Athol looks at dropping speed limits on Route 2A

  • Athol resident Harry Haldt III asks the Selectboard at a recent meeting to consider dropping speed limits and constructing sidewalks along portions of Route 2A between North Quabbin Commons and Daniel Shays Highway. From left are Haldt, Town Counsel John Barrett, and board members William Chiasson and Stephen Raymond. Greg Vine

For the Athol Daily News
Published: 9/20/2019 9:55:23 PM
Modified: 9/20/2019 9:55:09 PM

ATHOL – In response to correspondence from a concerned citizen, the Selectboard has instructed Town Manager Shaun Suhoski to communicate with the state about the town’s desire to drop speed limits and install sidewalks along a couple of sections of Route 2A.

In a letter to board Chair Rebecca Bialecki, Lenox Street resident Harry Haldt III said the up-tick in economic development in Athol – particularly “North Quabbin Commons, the expanded Athol Hospital, and revitalization efforts in downtown Athol” – has resulted in a marked increase in traffic, including more motorists from out of town. Haldt pointed out that the speed limit on Route 2A westbound between North Quabbin Commons and Daniel Shays Highway/Route 202 changes six times, with limits ranging from 25 to 45 miles per hour. Heading east, the posted speed limits differ from those posted,westbound.

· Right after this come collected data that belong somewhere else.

//! sheaf worksheet grammar: a pest grammar and a parser that turns worksheet
//! text into a spanned AST ([`ast`]). No I/O.

pub mod ast;

pub use ast::*;

/// Deepest nesting of parentheses / unary minus / calls accepted in one
/// expression. Deeper input is rejected with a located error instead of
/// exhausting the stack.
pub const MAX_NESTING: usize = 256;

/// A syntax error: where, and what was expected, in words.
#[derive(Clone, Debug, PartialEq)]
pub struct ParseError {
    pub span: Span,
    pub message: String,
}

/// 1-based line and column (in characters) of a byte offset.
pub fn line_col(src: &str, offset: usize) -> (usize, usize) {
    let offset = offset.min(src.len());
    let before = src.get(..offset).unwrap_or("");
    let line = before.matches('\n').count() + 1;
    let line_start = before.rfind('\n').map_or(0, |i| i + 1);
    let col = src.get(line_start..offset).map_or(0, |s| s.chars().count()) + 1;
    (line, col)
}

“Technically,” he said, “you can be going 30 mph on one side of the street and 25 mph on the other side of the street.”

“There’s increased traffic being generated by the addition to the hospital,” Haldt told the board. “You’ve got the fire department, businesses uptown, people walking, students walking with their phones paying no attention to what they’re doing, people crossing at crosswalks or otherwise, and I don’t see any reason why you can’t slow people down. I’ve seen many cars come to a screeching halt with people stepping into the street.”

Suhoski said the issue of speed limits on 2A had been raised once before and was told by the Dept. of Transportation that the highway is technically under the jurisdiction of the state.

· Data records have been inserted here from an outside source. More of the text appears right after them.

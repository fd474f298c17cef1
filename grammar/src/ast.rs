//! The worksheet syntax tree. Every node carries the byte span of the source
//! text it was parsed from, so that later stages (checker, evaluator, xlsx
//! writer, `pull`) can point at, quote or rewrite exactly that text.

use serde::Serialize;

/// Half-open byte range `start..end` into the worksheet source.
#[derive(Clone, Copy, Debug, PartialEq, Eq, Hash, Default, Serialize)]
pub struct Span {
    pub start: usize,
    pub end: usize,
}

impl Span {
    pub fn new(start: usize, end: usize) -> Self {
        Span { start, end }
    }
    /// The smallest span covering both.
    pub fn join(self, other: Span) -> Span {
        Span {
            start: self.start.min(other.start),
            end: self.end.max(other.end),
        }
    }
    /// The text this span covers (empty if out of range).
    pub fn slice(self, src: &str) -> &str {
        src.get(self.start..self.end).unwrap_or("")
    }
}

/// An identifier with its span.
#[derive(Clone, Debug, PartialEq, Serialize)]
pub struct Ident {
    pub name: String,
    pub span: Span,
}

/// A parsed worksheet: statements in file order.
#[derive(Clone, Debug, PartialEq, Serialize, Default)]
pub struct Worksheet {
    pub statements: Vec<Statement>,
}

#[derive(Clone, Debug, PartialEq, Serialize)]
pub struct Statement {
    pub kind: StatementKind,
    /// Span of the whole statement (without the line end).
    pub span: Span,
}

#[derive(Clone, Debug, PartialEq, Serialize)]
pub enum StatementKind {
    /// `#`, `##`, `###` heading; `level` is the number of `#`.
    Heading { level: u8, text: String },
    /// `> text` note shown in reports.
    Note { text: String },
    /// `// text` comment (kept for the formatter, shown nowhere).
    Comment { text: String },
    /// `meta key = "value"`: package metadata (prepared by, revision, ...).
    Meta { key: Ident, value: StringLit },
    /// `input NAME = EXPR ["description"]`
    Input {
        name: Ident,
        value: Expr,
        description: Option<StringLit>,
    },
    /// `NAME [: UNIT] = EXPR ["description"]`
    Define {
        name: Ident,
        unit: Option<UnitExpr>,
        value: Expr,
        description: Option<StringLit>,
    },
    /// `check EXPR OP EXPR ["description"]`
    Check {
        left: Expr,
        op: CompareOp,
        op_span: Span,
        right: Expr,
        description: Option<StringLit>,
    },
    /// An empty line (kept so the formatter can preserve paragraphing).
    Blank,
}

/// A string literal; `value` has escapes resolved, `span` includes the quotes.
#[derive(Clone, Debug, PartialEq, Serialize)]
pub struct StringLit {
    pub value: String,
    pub span: Span,
}

#[derive(Clone, Copy, Debug, PartialEq, Eq, Serialize)]
pub enum CompareOp {
    Lt,
    Le,
    Gt,
    Ge,
    Eq,
    Ne,
}

impl CompareOp {
    pub fn symbol(self) -> &'static str {
        match self {
            CompareOp::Lt => "<",
            CompareOp::Le => "<=",
            CompareOp::Gt => ">",
            CompareOp::Ge => ">=",
            CompareOp::Eq => "==",
            CompareOp::Ne => "!=",
        }
    }
}

#[derive(Clone, Copy, Debug, PartialEq, Eq, Serialize)]
pub enum BinOp {
    Add,
    Sub,
    Mul,
    Div,
    Pow,
}

impl BinOp {
    pub fn symbol(self) -> &'static str {
        match self {
            BinOp::Add => "+",
            BinOp::Sub => "-",
            BinOp::Mul => "*",
            BinOp::Div => "/",
            BinOp::Pow => "^",
        }
    }
}

#[derive(Clone, Debug, PartialEq, Serialize)]
pub struct Expr {
    pub kind: ExprKind,
    pub span: Span,
}

#[derive(Clone, Debug, PartialEq, Serialize)]
pub enum ExprKind {
    /// A number literal, optionally followed by a unit (`20 degC`).
    /// `text` is the literal as written (for `pull` and the formatter).
    Number {
        value: f64,
        text: String,
        unit: Option<UnitExpr>,
    },
    /// A string literal.
    Str(String),
    /// A name reference.
    Name(String),
    /// Unary minus.
    Neg(Box<Expr>),
    Binary {
        op: BinOp,
        left: Box<Expr>,
        right: Box<Expr>,
    },
    /// `f(a, b, name: c)`
    Call { func: Ident, args: Vec<Arg> },
    /// `base.field`
    Field { base: Box<Expr>, field: Ident },
    /// `( inner )` — kept so spans and the formatter see the parentheses.
    Paren(Box<Expr>),
}

#[derive(Clone, Debug, PartialEq, Serialize)]
pub struct Arg {
    /// `Some` for a named argument `name: value`.
    pub name: Option<Ident>,
    pub value: Expr,
    pub span: Span,
}

/// A unit expression: `kJ/(kg K)`, `m^3/h`, `1/s`, `degC`.
#[derive(Clone, Debug, PartialEq, Serialize)]
pub struct UnitExpr {
    pub kind: UnitKind,
    pub span: Span,
}

#[derive(Clone, Debug, PartialEq, Serialize)]
pub enum UnitKind {
    /// A unit symbol as written, e.g. `kJ`, `degC`, `°C`.
    Atom(String),
    /// The number `1` in `1/s`.
    One,
    Mul(Box<UnitExpr>, Box<UnitExpr>),
    Div(Box<UnitExpr>, Box<UnitExpr>),
    Pow(Box<UnitExpr>, i32),
}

“It doesn’t mean we can’t fight this,” said Suhoski, “but it’s going to become a political effort.”

“I think there’s almost a two-step process,” said Board Chair Rebecca Bialecki. “I think we need to do both, because it is a critical and urgent safety issue. Lowering the speed is a relatively quicker way to address some of the safety concerns. But, going forward, I know we’ve always had a need for sidewalk space running toward Hannaford Plaza, but right now I think the more urgent need is the stretch from the high school up to North Quabbin Commons.”

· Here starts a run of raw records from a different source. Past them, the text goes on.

pub const SIGNATURES: &[Signature] = &[
    sig!(
        Ln,
        "ln",
        X,
        "ln(x)",
        "natural logarithm of a dimensionless number"
    ),
    sig!(Exp, "exp", X, "exp(x)", "e to the power x (dimensionless)"),
    sig!(
        Log10,
        "log10",
        X,
        "log10(x)",
        "base-10 logarithm of a dimensionless number"
    ),
    sig!(
        Sqrt,
        "sqrt",
        X,
        "sqrt(x)",
        "square root; the dimension must have even exponents"
    ),
    sig!(Abs, "abs", X, "abs(x)", "absolute value"),
    Signature {
        builtin: Builtin::Min,
        name: "min",
        params: &[],
        variadic: true,
        usage: "min(a, b, ...)",
        description: "smallest of values of one quantity",
    },
    Signature {
        builtin: Builtin::Max,
        name: "max",
        params: &[],
        variadic: true,
        usage: "max(a, b, ...)",
        description: "largest of values of one quantity",
    },
    sig!(
        Sin,
        "sin",
        X,
        "sin(x)",
        "sine of an angle (rad, or a number with unit deg)"
    ),
    sig!(Cos, "cos", X, "cos(x)", "cosine of an angle"),
    sig!(Tan, "tan", X, "tan(x)", "tangent of an angle"),
    sig!(Asin, "asin", X, "asin(x)", "inverse sine, in rad"),
    sig!(Acos, "acos", X, "acos(x)", "inverse cosine, in rad"),
    sig!(Atan, "atan", X, "atan(x)", "inverse tangent, in rad"),
    sig!(
        Atan2,
        "atan2",
        &[p("y"), p("x")],
        "atan2(y, x)",
        "angle of the point (x, y), in rad; y and x of one quantity"
    ),
    sig!(
        Floor,
        "floor",
        X,
        "floor(x)",
        "largest integer not above a dimensionless x"
    ),
    sig!(
        Ceil,
        "ceil",
        X,
        "ceil(x)",
        "smallest integer not below a dimensionless x"
    ),
    sig!(
        Round,
        "round",
        X,
        "round(x)",
        "nearest integer to a dimensionless x (halves away from zero)"
    ),
    sig!(
        IdealGas,
        "ideal_gas",
        &[p("name")],
        "ideal_gas(\"air\")",
        "ideal gas with cp(T) from NASA 7-coefficient polynomials: air, N2, O2, Ar, CO2, H2O, CH4, H2, He, CO"
    ),
    sig!(
        PerfectGas,
        "perfect_gas",
        &[named("R"), opt("cp"), opt("k")],
        "perfect_gas(R: 287 J/(kg K), cp: 1005 J/(kg K))  or  perfect_gas(R: ..., k: 1.4)",
        "gas with constant cp"
    ),
    sig!(
        Incompressible,
        "incompressible",
        &[named("c"), named("rho")],
        "incompressible(c: 4.18 kJ/(kg K), rho: 998 kg/m^3)",
        "liquid or solid with constant specific heat and density"
    ),
    sig!(
        Fluid,
        "fluid",
        &[p("name")],
        "fluid(\"water\")",
        "water and steam by IAPWS-IF97"
    ),
    sig!(
        State,
        "state",
        &[
            p("substance"),
            opt("T"),
            opt("p"),
            opt("h"),
            opt("s"),
            opt("x"),
            opt("v")
        ],
        "state(gas, T: 300 K, p: 1 bar)",
        "state fixed by two properties: (T, p), (p, h), (p, s); real fluids also (p, x), (T, x) and, \
         where the fluid supports them, (T, h), (h, s), (T, s), (T, v)"
    ),
    sig!(
        Isentropic,
        "isentropic",
        &[p("st"), named("p")],
        "isentropic(st1, p: p2)",
        "outlet state at pressure p with the inlet's entropy"
    ),
    sig!(
        Compressor,
        "compressor",
        DEVICE,
        "compressor(st1, p: p2, eta: 0.8)",
        "compressor outlet: h2 = h1 + (h2s - h1)/eta"
    ),
    sig!(
        Turbine,
        "turbine",
        DEVICE,
        "turbine(st1, p: p2, eta: 0.85)",
        "turbine outlet: h2 = h1 - eta (h1 - h2s)"
    ),
    sig!(
        Pump,
        "pump",
        DEVICE,
        "pump(st1, p: p2, eta: 0.75)",
        "liquid pump outlet: h2 = h1 + (h2s - h1)/eta (v dp / eta for an incompressible liquid)"
    ),
    sig!(
        Nozzle,
        "nozzle",
        DEVICE,
        "nozzle(st1, p: p2, eta: 0.95)",
        "nozzle outlet: h2 = h1 - eta (h1 - h2s)"
    ),
    sig!(
        Throttle,
        "throttle",
        &[p("st"), named("p")],
        "throttle(st1, p: p2)",
        "throttling valve outlet: h2 = h1"
    ),
    sig!(
        JetSpeed,
        "jet_speed",
        &[p("st1"), p("st2"), opt_pos("V1")],
        "jet_speed(st1, st2, 20 m/s)",
        "outlet speed sqrt(V1^2 + 2 (h1 - h2)) of an adiabatic nozzle"
    ),
    sig!(
        DsIncompressible,
        "ds_incompressible",
        &[p("c"), p("T1"), p("T2")],
        "ds_incompressible(c, T1, T2)",
        "entropy change c ln(T2/T1) of an incompressible substance"
    ),
    sig!(
        DsIdealGas,
        "ds_ideal_gas",
        &[p("gas"), p("T1"), p("p1"), p("T2"), p("p2")],
        "ds_ideal_gas(gas, T1, p1, T2, p2)",
        "entropy change s°(T2) - s°(T1) - R ln(p2/p1) of an ideal or perfect gas"
    ),
    sig!(
        FlowExergy,
        "flow_exergy",
        &[p("st"), named("dead"), opt("V"), opt("z")],
        "flow_exergy(st, dead: st0, V: 30 m/s, z: 2 m)",
        "specific flow exergy (h - h0) - T0 (s - s0) + V^2/2 + g z"
    ),
    sig!(
        ClosedExergy,
        "closed_exergy",
        &[p("st"), named("dead")],
        "closed_exergy(st, dead: st0)",
        "specific exergy of a closed system (u - u0) + p0 (v - v0) - T0 (s - s0)"
    ),
    sig!(
        HeatExergy,
        "heat_exergy",
        &[p("Q"), p("T_b"), p("T0")],
        "heat_exergy(Q, T_b, T0)",
        "exergy of heat Q crossing a boundary at T_b: Q (1 - T0/T_b)"
    ),
    sig!(
        Cell,
        "cell",
        &[p("book"), p("ref")],
        "cell(\"basis.xlsx\", \"Site!C7\") * 1 kPa  or  cell(\"basis.xlsx\", \"p_site\") * 1 kPa",
        "number from a workbook cell (Sheet!C7) or defined name; dimensionless, multiply by a unit; the path is relative to the worksheet"
    ),
];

“I think both ends of it are urgent,” said board member Stephen Raymond.

“We need to engage our legislators on this to help with MassDOT,” said Suhoski. “The political will is where their resources go.”

“We’ve done a lot of investment here in Athol, to have a stronger economy, be more self-sufficient,” said Bialecki, “and if these kind of infrastructure supports from the state can help us maintain and continue to grow, I don’t see how they could say that’s not a priority for them, too.”

The board ultimately voted to have Suhoski send a letter to the Dept. of Transportation and to state Senator Ann Gobi and state Representative Susannah Whipps advising them the town wants to see the establishment of 25 mph speed limit for Route 2A, as well as the construction of sidewalks along South Main Street and between the high school and North Quabbin Commons.